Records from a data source
──────

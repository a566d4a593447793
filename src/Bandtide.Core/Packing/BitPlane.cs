using System.Buffers.Binary;
using System.Numerics;

namespace Bandtide.Core.Packing;

/// <summary>
/// Bit packing of whole numbers by frame of reference: each block of values is stored as its least value and the
/// differences from it in as many bits as the largest one needs (none for a constant block).
/// </summary>
/// <remarks>
/// Layout of a block that describes itself (<see cref="Write"/>): width (1 byte), least value (4 bytes), differences,
/// least significant bit first, padded to a byte. <see cref="Pack"/> and <see cref="Unpack"/> do the differences alone,
/// for formats that keep widths and least values elsewhere.
/// </remarks>
internal static class BitPlane
{
    /// <summary>Most bits that a difference may take.</summary>
    public const int MaxWidth = 32;

    /// <summary>Writes a block of values; the differences between them must fit in 32 bits.</summary>
    public static void Write(PackWriter writer, ReadOnlySpan<int> values)
    {
        var (least, width) = Frame(values);
        writer.Byte(width);
        writer.Int32(least);
        Pack(writer.Reserve(ByteCount(values.Length, width)), values, least, width);
    }

    /// <summary>Reads a block of as many values as the target holds.</summary>
    /// <exception cref="PackException">The bytes cannot be such a block.</exception>
    public static void Read(ref PackReader reader, Span<int> target)
    {
        var width = Checked(reader.Byte());
        var least = reader.Int32();
        Unpack(reader.TakeOpen(ByteCount(target.Length, width)), target, least, width);
    }

    /// <summary>Writes a block as <see cref="Write"/> does, but its least value in fewer bytes where that is near 0.</summary>
    public static void WriteSmall(PackWriter writer, ReadOnlySpan<int> values)
    {
        var (least, width) = Frame(values);
        writer.Byte(width);
        writer.Signed(least);
        Pack(writer.Reserve(ByteCount(values.Length, width)), values, least, width);
    }

    /// <summary>Reads what <see cref="WriteSmall"/> wrote.</summary>
    /// <exception cref="PackException">The bytes cannot be such a block.</exception>
    public static void ReadSmall(ref PackReader reader, Span<int> target)
    {
        var width = Checked(reader.Byte());
        var least = reader.Signed();
        Unpack(reader.TakeOpen(ByteCount(target.Length, width)), target, least, width);
    }

    /// <summary>A width that was read.</summary>
    /// <exception cref="PackException">No difference is so wide.</exception>
    public static int Checked(int width) =>
        width is >= 0 and <= MaxWidth ? width : throw new PackException($"a width of {width} bits is impossible");

    /// <summary>Least value of a block and the bits that its differences need; both 0 for an empty one.</summary>
    public static (int Least, int Width) Frame(ReadOnlySpan<int> values)
    {
        if (values.IsEmpty)
        {
            return (0, 0);
        }

        var (least, largest) = (values[0], values[0]);
        if (values.Length >= Vector<int>.Count)
        {
            var (low, high) = (new Vector<int>(values), new Vector<int>(values));
            for (; values.Length >= Vector<int>.Count; values = values[Vector<int>.Count..])
            {
                var next = new Vector<int>(values);
                (low, high) = (Vector.Min(low, next), Vector.Max(high, next));
            }

            for (var lane = 0; lane < Vector<int>.Count; lane++)
            {
                (least, largest) = (Math.Min(least, low[lane]), Math.Max(largest, high[lane]));
            }
        }

        foreach (var value in values)
        {
            (least, largest) = (Math.Min(least, value), Math.Max(largest, value));
        }

        return (least, MaxWidth - int.LeadingZeroCount(unchecked(largest - least)));
    }

    /// <summary>Bytes that so many differences of a width take.</summary>
    public static int ByteCount(int values, int width) => (values * width + 7) / 8;

    /// <summary>Packs the differences of values from the least of them.</summary>
    /// <param name="target">Exactly <see cref="ByteCount"/> bytes.</param>
    /// <param name="values">The values.</param>
    /// <param name="least">Their least.</param>
    /// <param name="width">Bits of a difference, 0 to <see cref="MaxWidth"/>.</param>
    public static void Pack(Span<byte> target, ReadOnlySpan<int> values, int least, int width)
    {
        ulong pending = 0;
        var bits = 0;
        foreach (var value in values)
        {
            pending |= (ulong)unchecked((uint)(value - least)) << bits;
            bits += width;
            if (bits >= 32)
            {
                BinaryPrimitives.WriteUInt32LittleEndian(target, (uint)pending);
                target = target[4..];
                pending >>= 32;
                bits -= 32;
            }
        }

        for (; bits > 0; bits -= 8)
        {
            target[0] = (byte)pending;
            target = target[1..];
            pending >>= 8;
        }
    }

    /// <summary>Undoes <see cref="Pack"/>.</summary>
    /// <param name="source">At least <see cref="ByteCount"/> bytes; what follows them is not used, but lets more of them be read at once.</param>
    /// <param name="target">As many places as values were packed.</param>
    /// <param name="least">Least value of the block.</param>
    /// <param name="width">Bits of a difference, 0 to <see cref="MaxWidth"/>.</param>
    public static void Unpack(ReadOnlySpan<byte> source, Span<int> target, int least, int width)
    {
        if (width == 0)
        {
            target.Fill(least);
            return;
        }

        var done = BitLanes.Unpack(source, target, least, width);
        if (done < target.Length)
        {
            UnpackSingly(source, target, done, least, width);
        }
    }

    private static void UnpackSingly(ReadOnlySpan<byte> source, Span<int> target, int from, int least, int width)
    {
        var mask = width == MaxWidth ? uint.MaxValue : (1u << width) - 1;
        Span<byte> tail = stackalloc byte[sizeof(ulong)];
        for (var i = from; i < target.Length; i++)
        {
            var bit = i * width;
            var at = source[(bit >> 3)..];
            ulong word;
            if (at.Length >= tail.Length)
            {
                word = BinaryPrimitives.ReadUInt64LittleEndian(at);
            }
            else
            {
                tail.Clear();
                at.CopyTo(tail);
                word = BinaryPrimitives.ReadUInt64LittleEndian(tail);
            }

            target[i] = unchecked(least + (int)((uint)(word >> (bit & 7)) & mask));
        }
    }
}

──────

#### TASK PROMPT:
A word-for-word copy of all the entries is required.

#### RESULT FOR THIS EXERCISE:
repository a566d4a593447793
filename src/Bandtide.Core/Packing/BitPlane.cs
using System.Buffers.Binary;
using System.Numerics;

namespace Bandtide.Core.Packing;

/// <summary>
/// Bit packing of whole numbers by frame of reference: each block of values is stored as its least value and the
/// differences from it in as many bits as the largest one needs (none for a constant block).
/// </summary>
/// <remarks>
/// Layout of a block that describes itself (<see cref="Write"/>): width (1 byte), least value (4 bytes), differences,
/// least significant bit first, padded to a byte. <see cref="Pack"/> and <see cref="Unpack"/> do the differences alone,
/// for formats that keep widths and least values elsewhere.
/// </remarks>
internal static class BitPlane
{
    /// <summary>Most bits that a difference may take.</summary>
    public const int MaxWidth = 32;

    /// <summary>Writes a block of values; the differences between them must fit in 32 bits.</summary>
    public static void Write(PackWriter writer, ReadOnlySpan<int> values)
    {
        var (least, width) = Frame(values);
        writer.Byte(width);
        writer.Int32(least);
        Pack(writer.Reserve(ByteCount(values.Length, width)), values, least, width);
    }

    /// <summary>Reads a block of as many values as the target holds.</summary>
    /// <exception cref="PackException">The bytes cannot be such a block.</exception>
    public static void Read(ref PackReader reader, Span<int> target)
    {
        var width = Checked(reader.Byte());
        var least = reader.Int32();
        Unpack(reader.TakeOpen(ByteCount(target.Length, width)), target, least, width);
    }

    /// <summary>Writes a block as <see cref="Write"/> does, but its least value in fewer bytes where that is near 0.</summary>
    public static void WriteSmall(PackWriter writer, ReadOnlySpan<int> values)
    {
        var (least, width) = Frame(values);
        writer.Byte(width);
        writer.Signed(least);
        Pack(writer.Reserve(ByteCount(values.Length, width)), values, least, width);
    }

    /// <summary>Reads what <see cref="WriteSmall"/> wrote.</summary>
    /// <exception cref="PackException">The bytes cannot be such a block.</exception>
    public static void ReadSmall(ref PackReader reader, Span<int> target)
    {
        var width = Checked(reader.Byte());
        var least = reader.Signed();
        Unpack(reader.TakeOpen(ByteCount(target.Length, width)), target, least, width);
    }

    /// <summary>A width that was read.</summary>
    /// <exception cref="PackException">No difference is so wide.</exception>
    public static int Checked(int width) =>
        width is >= 0 and <= MaxWidth ? width : throw new PackException($"a width of {width} bits is impossible");

    /// <summary>Least value of a block and the bits that its differences need; both 0 for an empty one.</summary>
    public static (int Least, int Width) Frame(ReadOnlySpan<int> values)
    {
        if (values.IsEmpty)
        {
            return (0, 0);
        }

        var (least, largest) = (values[0], values[0]);
        if (values.Length >= Vector<int>.Count)
        {
            var (low, high) = (new Vector<int>(values), new Vector<int>(values));
            for (; values.Length >= Vector<int>.Count; values = values[Vector<int>.Count..])
            {
                var next = new Vector<int>(values);
                (low, high) = (Vector.Min(low, next), Vector.Max(high, next));
            }

            for (var lane = 0; lane < Vector<int>.Count; lane++)
            {
                (least, largest) = (Math.Min(least, low[lane]), Math.Max(largest, high[lane]));
            }
        }

        foreach (var value in values)
        {
            (least, largest) = (Math.Min(least, value), Math.Max(largest, value));
        }

        return (least, MaxWidth - int.LeadingZeroCount(unchecked(largest - least)));
    }

    /// <summary>Bytes that so many differences of a width take.</summary>
    public static int ByteCount(int values, int width) => (values * width + 7) / 8;

    /// <summary>Packs the differences of values from the least of them.</summary>
    /// <param name="target">Exactly <see cref="ByteCount"/> bytes.</param>
    /// <param name="values">The values.</param>
    /// <param name="least">Their least.</param>
    /// <param name="width">Bits of a difference, 0 to <see cref="MaxWidth"/>.</param>
    public static void Pack(Span<byte> target, ReadOnlySpan<int> values, int least, int width)
    {
        ulong pending = 0;
        var bits = 0;
        foreach (var value in values)
        {
            pending |= (ulong)unchecked((uint)(value - least)) << bits;
            bits += width;
            if (bits >= 32)
            {
                BinaryPrimitives.WriteUInt32LittleEndian(target, (uint)pending);
                target = target[4..];
                pending >>= 32;
                bits -= 32;
            }
        }

        for (; bits > 0; bits -= 8)
        {
            target[0] = (byte)pending;
            target = target[1..];
            pending >>= 8;
        }
    }

    /// <summary>Undoes <see cref="Pack"/>.</summary>
    /// <param name="source">At least <see cref="ByteCount"/> bytes; what follows them is not used, but lets more of them be read at once.</param>
    /// <param name="target">As many places as values were packed.</param>
    /// <param name="least">Least value of the block.</param>
    /// <param name="width">Bits of a difference, 0 to <see cref="MaxWidth"/>.</param>
    public static void Unpack(ReadOnlySpan<byte> source, Span<int> target, int least, int width)
    {
        if (width == 0)
        {
            target.Fill(least);
            return;
        }

        var done = BitLanes.Unpack(source, target, least, width);
        if (done < target.Length)
        {
            UnpackSingly(source, target, done, least, width);
        }
    }

    private static void UnpackSingly(ReadOnlySpan<byte> source, Span<int> target, int from, int least, int width)
    {
        var mask = width == MaxWidth ? uint.MaxValue : (1u << width) - 1;
        Span<byte> tail = stackalloc byte[sizeof(ulong)];
        for (var i = from; i < target.Length; i++)
        {
            var bit = i * width;
            var at = source[(bit >> 3)..];
            ulong word;
            if (at.Length >= tail.Length)
            {
                word = BinaryPrimitives.ReadUInt64LittleEndian(at);
            }
            else
            {
                tail.Clear();
                at.CopyTo(tail);
                word = BinaryPrimitives.ReadUInt64LittleEndian(tail);
            }

            target[i] = unchecked(least + (int)((uint)(word >> (bit & 7)) & mask));
        }
    }
}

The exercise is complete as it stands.